Chesapeake Public Library is committed to educating and enriching people of all ages by providing free access to information, materials, technology and cultural opportunities, as our Mission Statement reads.  And now that the holiday season is already upon us,  Indian River Library is proud to be presenting a program rich with cultural and educational significance : the Fourth Annual Kwanzaa Celebration at Indian River Library, which will take place on December 27, 2016 in the large Meeting Room.  There will be something for everyone of all ages: an arts and crafts portion for families and children, which starts at 3:00 P.M and continues until 4:30 P.M.  Then, after a short break and an opportunity for fellowship, there will be an exciting and instructional musical performance by Atumpan and the Talking Drums, running from 5:30 PM to 7:30 PM.

Kwanzaa was created in 1966 by Dr.
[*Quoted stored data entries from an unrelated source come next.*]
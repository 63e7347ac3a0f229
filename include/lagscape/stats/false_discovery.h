#pragma once
#include <span>
#include <vector>

namespace lagscape {

/// Adjusted p-values of Benjamini & Hochberg 1995 (J. R. Stat. Soc. B 57:289): padj_(i) = min_{j>=i} min(1, N p_(j)/j).
/// NaN stays NaN and does not count in N. any_dependence: times sum_{i<=N} 1/i, as Benjamini & Yekutieli 2001
/// (Ann. Stat. 29:1165), which holds under any dependence between cells.
[[nodiscard]] std::vector<double> adjusted_p(std::span<const double> p, bool any_dependence);

}  // namespace lagscape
Maulana Krenga as a cultural festival which honors African-Americans and their ancestral roots in Africa.  “Kwanzaa” is a Swahili word meaning “first fruit.”  It is a celebration of the bounty of the earth.  Through the “Nguzo Saba”, or seven principles, Kwanzaa inspires and encourages self-sufficiency as well as dignity, pride and respect in the rich heritage of African culture.  Kwanzaa lasts seven days, with each day representing a different principle celebrating a different aspect of African-American self-empowerment.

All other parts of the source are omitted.